◆ Given information
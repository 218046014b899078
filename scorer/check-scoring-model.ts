import { checkForestModel } from "./check-forest-model.js";
import { checkTableSize } from "./check-table-size.js";
import { encodedLayout } from "./encoded-layout.js";
import type { HeadModel, ScoringModel } from "./model-types.js";
import type { ScorerIssue } from "./scorer-error.js";
import { STANDARDIZED_LIMIT } from "./clip-standardized.js";

const MAX_ISSUES = 50;

/**
 * The semantic checks a model must pass before it is compiled for scoring: names
 * unique and resolvable, array lengths matching the depth, feature, category,
 * leaf and head indexes in range, head indexes ascending, every number finite
 * and no sum of them able to overflow (a head's bias and weights, the value
 * weights), compiled tables of bounded size (see checkTableSize).
 * Paths are the JSON Pointers of the same values in an artifact, so a refusal
 * names the exact entry of the file.
 *
 * @example
 * const issues = checkScoringModel(model);
 * // [{ code: "out_of_range", path: "/forests/0/feature/17", message: "expected a feature index in [-1, 12), found 40" }]
 */
export function checkScoringModel(model: ScoringModel): ScorerIssue[] {
  const issues: ScorerIssue[] = [];
  const add = (code: string, path: string, message: string): void => {
    if (issues.length < MAX_ISSUES) issues.push({ code, path, message });
  };
  const { contract, encoding } = model;
  const kinds = new Map<string, "numeric" | "categorical">();
  contract.numeric.forEach((name, i) => {
    if (kinds.has(name))
      add("duplicate", `/contract/numeric/${i}`, `feature "${name}" appears twice`);
    kinds.set(name, "numeric");
  });
  contract.categorical.forEach((feature, j) => {
    const path = `/contract/categorical/${j}`;
    if (kinds.has(feature.name))
      add("duplicate", `${path}/name`, `feature "${feature.name}" appears twice`);
    kinds.set(feature.name, "categorical");
    const seen = new Set<string>();
    feature.values.forEach((value, k) => {
      if (seen.has(value))
        add("duplicate", `${path}/values/${k}`, `value "${value}" appears twice`);
      seen.add(value);
    });
  });
  if (!Number.isInteger(encoding.hashBits) || encoding.hashBits < 1 || encoding.hashBits > 28) {
    add(
      "out_of_range",
      "/contract/hashing/bits",
      `expected an integer in [1, 28], found ${encoding.hashBits}`,
    );
  }
  if (
    !Number.isInteger(encoding.hashSeed) ||
    encoding.hashSeed < 0 ||
    encoding.hashSeed > 0xffffffff
  ) {
    add(
      "out_of_range",
      "/contract/hashing/seed",
      `expected an integer in [0, 4294967295], found ${encoding.hashSeed}`,
    );
  }
  const expectKind = (name: string, kind: string, path: string): void => {
    const found = kinds.get(name);
    if (found !== kind) {
      const what = found === undefined ? "no such feature" : `a ${found} feature`;
      add(
        "unknown_feature",
        path,
        `expected "${name}" to be a ${kind} feature of the contract, found ${what}`,
      );
    }
  };
  encoding.hashed.forEach((name, i) =>
    expectKind(name, "categorical", `/contract/hashing/columns/${i}`),
  );
  encoding.crosses.forEach((cross, i) => {
    if (cross.length < 2 || cross.length > 4) {
      add(
        "cross_size",
        `/contract/hashing/crosses/${i}`,
        `expected 2 to 4 features, found ${cross.length}`,
      );
    }
    cross.forEach((name, k) =>
      expectKind(name, "categorical", `/contract/hashing/crosses/${i}/${k}`),
    );
  });
  encoding.numeric.forEach((entry, j) => {
    const path = `/contract/standardized/${j}`;
    expectKind(entry.name, "numeric", `${path}/feature`);
    if (!Number.isFinite(entry.mean))
      add("not_finite", `${path}/mean`, `expected a finite number, found ${entry.mean}`);
    if (!(Number.isFinite(entry.std) && entry.std > 0)) {
      add("out_of_range", `${path}/std`, `expected a finite number > 0, found ${entry.std}`);
    }
  });
  const forestOutcomes = new Set<string>();
  model.forests.forEach((forest, f) => {
    if (forestOutcomes.has(forest.outcome)) {
      add("duplicate", `/forests/${f}/outcome`, `outcome "${forest.outcome}" has two forests`);
    }
    forestOutcomes.add(forest.outcome);
    for (const issue of checkForestModel(forest, model.contract, `/forests/${f}`))
      add(issue.code, issue.path, issue.message);
  });
  const layoutOk =
    Number.isInteger(encoding.hashBits) &&
    encoding.hashBits >= 1 &&
    encoding.hashBits <= 28 &&
    model.forests.every(
      (forest) => Number.isInteger(forest.depth) && forest.depth >= 1 && forest.depth <= 16,
    );
  const layout = layoutOk ? encodedLayout(model.forests, encoding) : null;
  const width = layout === null ? Infinity : layout.width;
  // How often a weight can enter one logit: a hashed bucket once per hashed
  // feature and cross (two can share a bucket), a numeric weight times an input
  // clipped to STANDARDIZED_LIMIT.
  const reach: WeightReach = {
    hashedOffset: layout === null ? Infinity : layout.hashedOffset,
    numericOffset: layout === null ? Infinity : layout.numericOffset,
    hashedTimes: Math.max(1, encoding.hashed.length + encoding.crosses.length),
  };
  // Each forest alone was measured by checkForestModel; here all of them with the heads' leaf table.
  if (layoutOk && !issues.some((issue) => issue.code === "too_large")) {
    for (const issue of checkTableSize(model.forests, contract, model.heads.length))
      add(issue.code, issue.path, issue.message);
  }
  const headOutcomes = new Set<string>();
  model.heads.forEach((head, h) => {
    if (headOutcomes.has(head.outcome))
      add("duplicate", `/heads/${h}/outcome`, `outcome "${head.outcome}" has two heads`);
    headOutcomes.add(head.outcome);
    checkHead(head, h, width, reach, add);
  });
  if (model.valueWeights.length !== model.heads.length) {
    add(
      "length",
      "/heads",
      `expected a value weight per head (${model.heads.length}), found ${model.valueWeights.length}`,
    );
  }
  let valueSum = 0;
  model.valueWeights.forEach((w, h) => {
    valueSum += Math.abs(w);
    if (!Number.isFinite(w))
      add("not_finite", `/heads/${h}/valueWeight`, `expected a finite number, found ${w}`);
  });
  // The combined score sums valueWeight x q with q up to 1: two weights of 1e308 overflow.
  if (valueSum === Infinity && model.valueWeights.every(Number.isFinite)) {
    add(
      "overflow",
      "/heads",
      "expected value weights whose absolute sum is a finite double, found one that overflows",
    );
  }
  return issues;
}

type Add = (code: string, path: string, message: string) => void;

/** Where the encoded regions start, and how often a hashed weight can count. */
interface WeightReach {
  readonly hashedOffset: number;
  readonly numericOffset: number;
  readonly hashedTimes: number;
}

function checkHead(head: HeadModel, h: number, width: number, reach: WeightReach, add: Add): void {
  const base = `/heads/${h}`;
  if (!Number.isFinite(head.bias))
    add("not_finite", `${base}/bias`, `expected a finite number, found ${head.bias}`);
  const rate = head.negativeKeepRate;
  if (!(rate > 0 && rate <= 1))
    add("out_of_range", `${base}/negativeKeepRate`, `expected a number in (0, 1], found ${rate}`);
  if (head.index.length !== head.weight.length) {
    add(
      "length",
      `${base}/weight`,
      `expected one weight per index (${head.index.length}), found ${head.weight.length}`,
    );
    return;
  }
  let previous = -1;
  // A logit adds the bias and some of the weights, each at most `times` over: this sum bounds it.
  let sum = Math.abs(head.bias);
  let allFinite = Number.isFinite(head.bias);
  for (let i = 0; i < head.index.length; i++) {
    const index = head.index[i];
    if (!(index >= 0 && index < width)) {
      add(
        "out_of_range",
        `${base}/indexDelta/${i}`,
        `expected an encoded index in [0, ${width}), found ${index}`,
      );
      return;
    }
    if (index <= previous) {
      add(
        "not_ascending",
        `${base}/indexDelta/${i}`,
        `expected indexes strictly ascending, found ${index} after ${previous}`,
      );
      return;
    }
    previous = index;
    const times =
      index >= reach.numericOffset
        ? STANDARDIZED_LIMIT
        : index >= reach.hashedOffset
          ? reach.hashedTimes
          : 1;
    sum += Math.abs(head.weight[i]) * times;
    if (!Number.isFinite(head.weight[i])) {
      allFinite = false;
      add("not_finite", `${base}/weight/${i}`, `expected a finite number, found ${head.weight[i]}`);
    }
  }
  if (allFinite && sum === Infinity) {
    add(
      "overflow",
      `${base}/weight`,
      "expected a bias and weights whose logit cannot overflow (absolute sum, hashed weights once per hashed feature, numeric weights times the clipped input), found one that can",
    );
  }
}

◆ Exercise instructions
The answer must be a verbatim transcription of the entries above, from the first line through the line that contains "const issues: ScorerIssue[] = [];", and nothing more.

◆ Answer section
repository 218046014b899078
filename scorer/check-scoring-model.ts
import { checkForestModel } from "./check-forest-model.js";
import { checkTableSize } from "./check-table-size.js";
import { encodedLayout } from "./encoded-layout.js";
import type { HeadModel, ScoringModel } from "./model-types.js";
import type { ScorerIssue } from "./scorer-error.js";
import { STANDARDIZED_LIMIT } from "./clip-standardized.js";

const MAX_ISSUES = 50;

/**
 * The semantic checks a model must pass before it is compiled for scoring: names
 * unique and resolvable, array lengths matching the depth, feature, category,
 * leaf and head indexes in range, head indexes ascending, every number finite
 * and no sum of them able to overflow (a head's bias and weights, the value
 * weights), compiled tables of bounded size (see checkTableSize).
 * Paths are the JSON Pointers of the same values in an artifact, so a refusal
 * names the exact entry of the file.
 *
 * @example
 * const issues = checkScoringModel(model);
 * // [{ code: "out_of_range", path: "/forests/0/feature/17", message: "expected a feature index in [-1, 12), found 40" }]
 */
export function checkScoringModel(model: ScoringModel): ScorerIssue[] {
  const issues: ScorerIssue[] = [];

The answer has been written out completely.